To assess the generalization capability of our model, we conducted tests on the open-source dataset OASIS47. We collected 104 3D MRI images from 104 subjects, equally distributed between AD and CN (52 each). We directly applied our model, trained on the ADNI dataset, to test on the collected OASIS database. We then compared our results with those of current state-of-the-art models in the vision domain, as mentioned earlier. The results are presented in Table 8. As evident from the table, our model demonstrates superior generalization performance on the OASIS dataset, achieving an accuracy of 75.96%, significantly outperforming other models. Overall, the generalization ability of all models listed in the table appears limited. We attribute this to two main factors:
-
(1)
Insufficient training data volume. The ADNI dataset, with 798 MRI images, uses only 75% for training. This quantity is still relatively small, especially considering the complexity of 3D data, which makes feature generalization more challenging.
-
(2)
The difference between the ADNI and OASIS datasets. While ADNI contains MRI images specifically related to AD, OASIS includes images of patients with various forms of dementia. The pathological features represented in these MRI scans may differ slightly, potentially contributing to the suboptimal generalization results.
Despite these challenges, our model ultimately achieved an accuracy of 75.96%, significantly outperforming other models in terms of generalization. This demonstrates our model’s superior ability to capture AD-specific features. However, we also recognize the existing limitations. In the future, our team plans to collaborate with local hospitals, while ensuring patient privacy, to gather more MRI data for further training. Additionally, we plan to collect and incorporate MRI data containing artifacts and noise into our training process to enhance the model’s robustness. Another important aspect to consider is the computational complexity of the model. Improving the computational efficiency while maintaining model performance can further facilitate its clinical application. Therefore, we plan to continue our research in areas such as knowledge distillation and model pruning to optimize our model.

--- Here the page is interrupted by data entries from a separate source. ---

package gen

import (
	"fmt"
	"slices"

	"qcheck.dev/qcheck/circuit"
)

// Options configure Circuit. The zero value is useful: circuits of up to 20
// ops on 3 qubits, drawn from DefaultGateSet with equal weights, with 95% of
// the draws spent on motifs.
type Options struct {
	// Qubits is the width of the drawn circuits; 0 means 3.
	Qubits int

	// MaxOps is the most ops a drawn circuit has; 0 means 20. MinOps is the
	// fewest (default 0); shrinking never goes below it. Lengths are spread
	// evenly over [MinOps, MaxOps] when no motifs are drawn, and lean toward
	// MaxOps with them, where more structure fits.
	MinOps, MaxOps int

	// GateSet names the standard gates to draw from (lower-case OpenQASM
	// names, as circuit.Lookup knows them), simplest first: a failing
	// circuit shrinks toward the gates listed earlier. Empty means
	// DefaultGateSet, minus the gates wider than Qubits.
	GateSet []string

	// Custom are gates made by circuit.Custom, drawn alongside GateSet and
	// after it in shrinking order. Their names must differ from each other
	// and from GateSet's.
	Custom []circuit.Gate

	// Weights gives each gate's relative frequency by name; a gate not
	// listed weighs 1, and a weight of 0 leaves a gate out.
	Weights map[string]int

	// Motifs is the percentage of draws that place a motif, a short stretch
	// of the structure that rewrite passes look for, instead of a single
	// op: the left-hand side of a textbook identity whose gates are all in
	// the set, or a near miss of it (one op moved to another qubit, its
	// operands exchanged or its angle moved by π); a sandwich, an op with
	// ops after it that share its qubits in every role (or act elsewhere),
	// each followed by the op again, its inverse, the op with its operands
	// reversed, or another gate of the same width; runs of gates on the
	// same qubits; runs of commuting diagonal gates; and a block of ops
	// repeated two or three times. Only gates of the set with a positive
	// weight appear, in motifs too. 0 means 95; a negative value means none;
	// at most 100.
	Motifs int
}

// DefaultGateSet returns the gate set Circuit uses when Options.GateSet is
// empty: Cliffords, T, rotations, phase gates, controlled gates (with cp and
// crz, which differ by a relative phase, side by side), two-qubit
// interactions and Toffoli, simplest first.
func DefaultGateSet() []string {
	return []string{
		"h", "x", "cx", "s", "sdg", "t", "tdg", "z", "y", "sx",
		"rz", "rx", "ry", "p", "u",
		"cz", "cy", "swap", "ch", "cp", "crz", "crx", "rzz", "ccx",
	}
}

// Defaults of the zero Options.
const (
	defaultQubits = 3
	defaultMaxOps = 20
	defaultMotifs = 95 // measured: testdata/catalogue/detection.txt
)

// choice is one gate Circuit may draw.
type choice struct {
	gate     circuit.Gate // template: Params are replaced by drawn angles
	name     string
	qubits   int
	params   int
	weight   int
	diagonal bool // diagonal in the computational basis: all such gates commute
	inverse  int  // index of the choice that inverts it, or −1
}

// plan is Options resolved and checked: what a draw needs.
type plan struct {
	qubits         int
	minOps, maxOps int
	choices        []choice
	weights        []int
	chunkWeights   []int     // single op, then each motif kind
	patterns       []pattern // the identities whose gates are all in the set
	motifs         bool      // whether any motif is drawn
	// blocks[i][j][pos] reports whether single-qubit choice i fails to
	// commute with choice j on j's operand pos (nil for wider choices i).
	blocks [][][]bool
}

// diagonalGates are the standard gates whose matrices are diagonal
// (circuit/library.go).
var diagonalGates = []string{"id", "z", "s", "sdg", "t", "tdg", "rz", "p", "cz", "cp", "crz", "rzz", "ccz"}

// resolve checks the options and fills in defaults. Its errors name the
// field and the value at fault.
func (o Options) resolve() (*plan, error) {
	p := &plan{qubits: o.Qubits, minOps: o.MinOps, maxOps: o.MaxOps}
	if p.qubits == 0 {
		p.qubits = defaultQubits
	}
	if p.maxOps == 0 {
		p.maxOps = defaultMaxOps
	}
	switch {
	case p.qubits < 0:
		return nil, fmt.Errorf("gen.Options: Qubits = %d, want > 0", o.Qubits)
	case p.maxOps < 0:
		return nil, fmt.Errorf("gen.Options: MaxOps = %d, want > 0", o.MaxOps)
	case p.minOps < 0 || p.minOps > p.maxOps:
		return nil, fmt.Errorf("gen.Options: MinOps = %d, want 0 ≤ MinOps ≤ MaxOps = %d", o.MinOps, p.maxOps)
	}

	names := o.GateSet
	if len(names) == 0 {
		for _, name := range DefaultGateSet() {
			if spec, _ := circuit.Lookup(name); spec.Qubits <= p.qubits {
				names = append(names, name)
			}
		}
	}
	seen := map[string]bool{}
	for i, name := range names {
		spec, ok := circuit.Lookup(name)
		g, err := circuit.NewGate(name, make([]float64, spec.Params)...)
		switch {
		case !ok || err != nil:
			return nil, fmt.Errorf("gen.Options: GateSet[%d] = %q is not a standard gate", i, name)
		case !g.Unitary():
			return nil, fmt.Errorf("gen.Options: GateSet[%d] = %q is not a unitary gate", i, name)
		case spec.Qubits > p.qubits:
			return nil, fmt.Errorf("gen.Options: GateSet[%d] = %q acts on %d qubits, more than Qubits = %d", i, name, spec.Qubits, p.qubits)
		case seen[name]:
			return nil, fmt.Errorf("gen.Options: GateSet[%d] = %q is listed twice", i, name)
		}
		seen[name] = true
		p.choices = append(p.choices, choice{gate: g, name: name, qubits: spec.Qubits, params: spec.Params,
			diagonal: slices.Contains(diagonalGates, name)})
	}
	for i, g := range o.Custom {
		switch {
		case !g.IsCustom():
			return nil, fmt.Errorf("gen.Options: Custom[%d] = %v was not made by circuit.Custom", i, g)
		case g.Qubits() > p.qubits:
			return nil, fmt.Errorf("gen.Options: Custom[%d] (%s) acts on %d qubits, more than Qubits = %d", i, g.Name, g.Qubits(), p.qubits)
		case seen[g.Name]:
			return nil, fmt.Errorf("gen.Options: Custom[%d] is named %q, a name already in the gate set", i, g.Name)
		}
		seen[g.Name] = true
		p.choices = append(p.choices, choice{gate: g, name: g.Name, qubits: g.Qubits(), diagonal: isDiagonal(g)})
	}
	if len(p.choices) == 0 {
		return nil, fmt.Errorf("gen.Options: the gate set is empty")
	}

	total := 0
	for name, w := range o.Weights {
		if !seen[name] {
			return nil, fmt.Errorf("gen.Options: Weights names %q, which is not in the gate set", name)
		}
		if w < 0 {
			return nil, fmt.Errorf("gen.Options: Weights[%q] = %d, want ≥ 0", name, w)
		}
	}
	for i := range p.choices {
		w, ok := o.Weights[p.choices[i].name]
		if !ok {
			w = 1
		}
		p.choices[i].weight = w
		p.weights = append(p.weights, w)
		total += w
	}
	if total == 0 {
		return nil, fmt.Errorf("gen.Options: every gate has weight 0")
	}

	for i := range p.choices {
		p.choices[i].inverse = p.inverseOf(i)
	}

	p.blocks = make([][][]bool, len(p.choices))
	for i, a := range p.choices {
		if a.qubits != 1 {
			continue
		}
		p.blocks[i] = make([][]bool, len(p.choices))
		for j, g := range p.choices {
			p.blocks[i][j] = blocks(a.gate, g.gate)
		}
	}

	motifs := o.Motifs
	switch {
	case motifs == 0:
		motifs = defaultMotifs
	case motifs < 0:
		motifs = 0
	case motifs > 100:
		return nil, fmt.Errorf("gen.Options: Motifs = %d, want a percentage ≤ 100", o.Motifs)
	}
	p.patterns = p.available()
	p.motifs = motifs > 0
	// Of the motifs, patterns get half, sandwiches a quarter and the
	// other kinds a twelfth each.
	p.chunkWeights = make([]int, chunkKinds)
	p.chunkWeights[chunkOp] = 12 * (100 - motifs)
	p.chunkWeights[chunkSandwich] = 3 * motifs
	p.chunkWeights[chunkPattern] = 6 * motifs
	p.chunkWeights[chunkSameRun] = motifs
	p.chunkWeights[chunkCommute] = motifs
	p.chunkWeights[chunkRepeat] = motifs
	if len(p.patterns) == 0 {
		p.chunkWeights[chunkSandwich] += p.chunkWeights[chunkPattern]
		p.chunkWeights[chunkPattern] = 0
	}
	return p, nil
}

// inverseOf returns the index of the choice whose gate inverts choice i, or
// −1 when the inverse is not in the set or weighs 0. A standard gate's
// inverse is found by name (circuit.Gate.Inverse keeps the name of rotations
// and negates their angles); a custom gate's by matrix, so a Hermitian custom
// gate is its own inverse.
func (p *plan) inverseOf(i int) int {
	c := p.choices[i]
	inv := c.gate.Inverse()
	for j, d := range p.choices {
		switch {
		case d.weight == 0:
		case !c.gate.IsCustom() && !d.gate.IsCustom() && d.name == inv.Name:
			return j
		case c.gate.IsCustom() && d.gate.IsCustom() && sameMatrix(d.gate, inv):
			return j
		}
	}
	return -1
}

// isDiagonal reports whether a custom gate's matrix is diagonal.
func isDiagonal(g circuit.Gate) bool {
	m := g.Elements()
	d := 1 << g.Qubits()
	for i, e := range m {
		if i/d != i%d && e != 0 {
			return false
		}
	}
	return true
}

// sameMatrix reports whether two gates have identical matrices.
func sameMatrix(g, h circuit.Gate) bool {
	return slices.Equal(g.Elements(), h.Elements())
}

At the same time, we believe that ethical considerations must not be overlooked when using deep learning models for AD diagnosis, particularly regarding patient data privacy and the potential impact of artificial intelligence (AI) on clinical decision-making for AD diagnosis. In this study, as well as in our future research, protecting patient data privacy remains a core principle. All the MRI data we have used in this research have been anonymized to ensure that patients’ personal information cannot be traced. We will maintain this approach in our future research. AI-assisted diagnosis for AD offers considerable benefits, such as enhancing early detection and assisting clinicians in identifying subtle pathological changes that might be missed otherwise. However, the potential for adverse outcomes exists if AI is misused. It is crucial that physicians do not become overly dependent on AI, as this may compromise their decision-making independence. Clinicians should exercise discernment when using AI models, ensuring that the results are considered alongside other clinical assessments for a thorough evaluation. Additionally, as researchers, we must focus on improving the transparency and interpretability of AI models to support clinicians in making well-informed decisions.
Conclusion
This paper proposes a novel deep learning model, 3D-CNN-VSwinFormer, for early diagnosis of Alzheimer’s disease. In this model, a residual-based depthwise separable CNN combined with a 3D CBAM module is used to extract low-dimensional features from MRI data. The Video Swin Transformer progressively integrates local spatial features to obtain information about structural changes in the brains of Alzheimer’s disease patients. For the first time, we applied the Video Swin Transformer to the field of 3D medical image diagnosis for AD, and integrated it with a custom 3D CNN, achieving satisfactory results.
From the perspective of the dataset utilized, we employed 3D MRI brain scans as input, with only one image per subject. This approach effectively circumvented data leakage, ensuring the authenticity and accuracy of the experiment. However, the use of 3D MRI datasets consequently extended the model training duration significantly. The inability to train using a 2D slice approach inherently limited the size of our dataset, as evidenced by our use of merely 798 3D MRI images. Despite this, we achieved remarkably accurate AD detection results, which attests to the exceptional performance of our highlighted model. Looking ahead, our work will focus on two key areas:
Expanding the dataset: By acquiring more diverse 3D MRI data, we aim to address the current limitations in data volume and variety. This expansion will likely lead to improved model robustness and generalization across different populations and imaging protocols.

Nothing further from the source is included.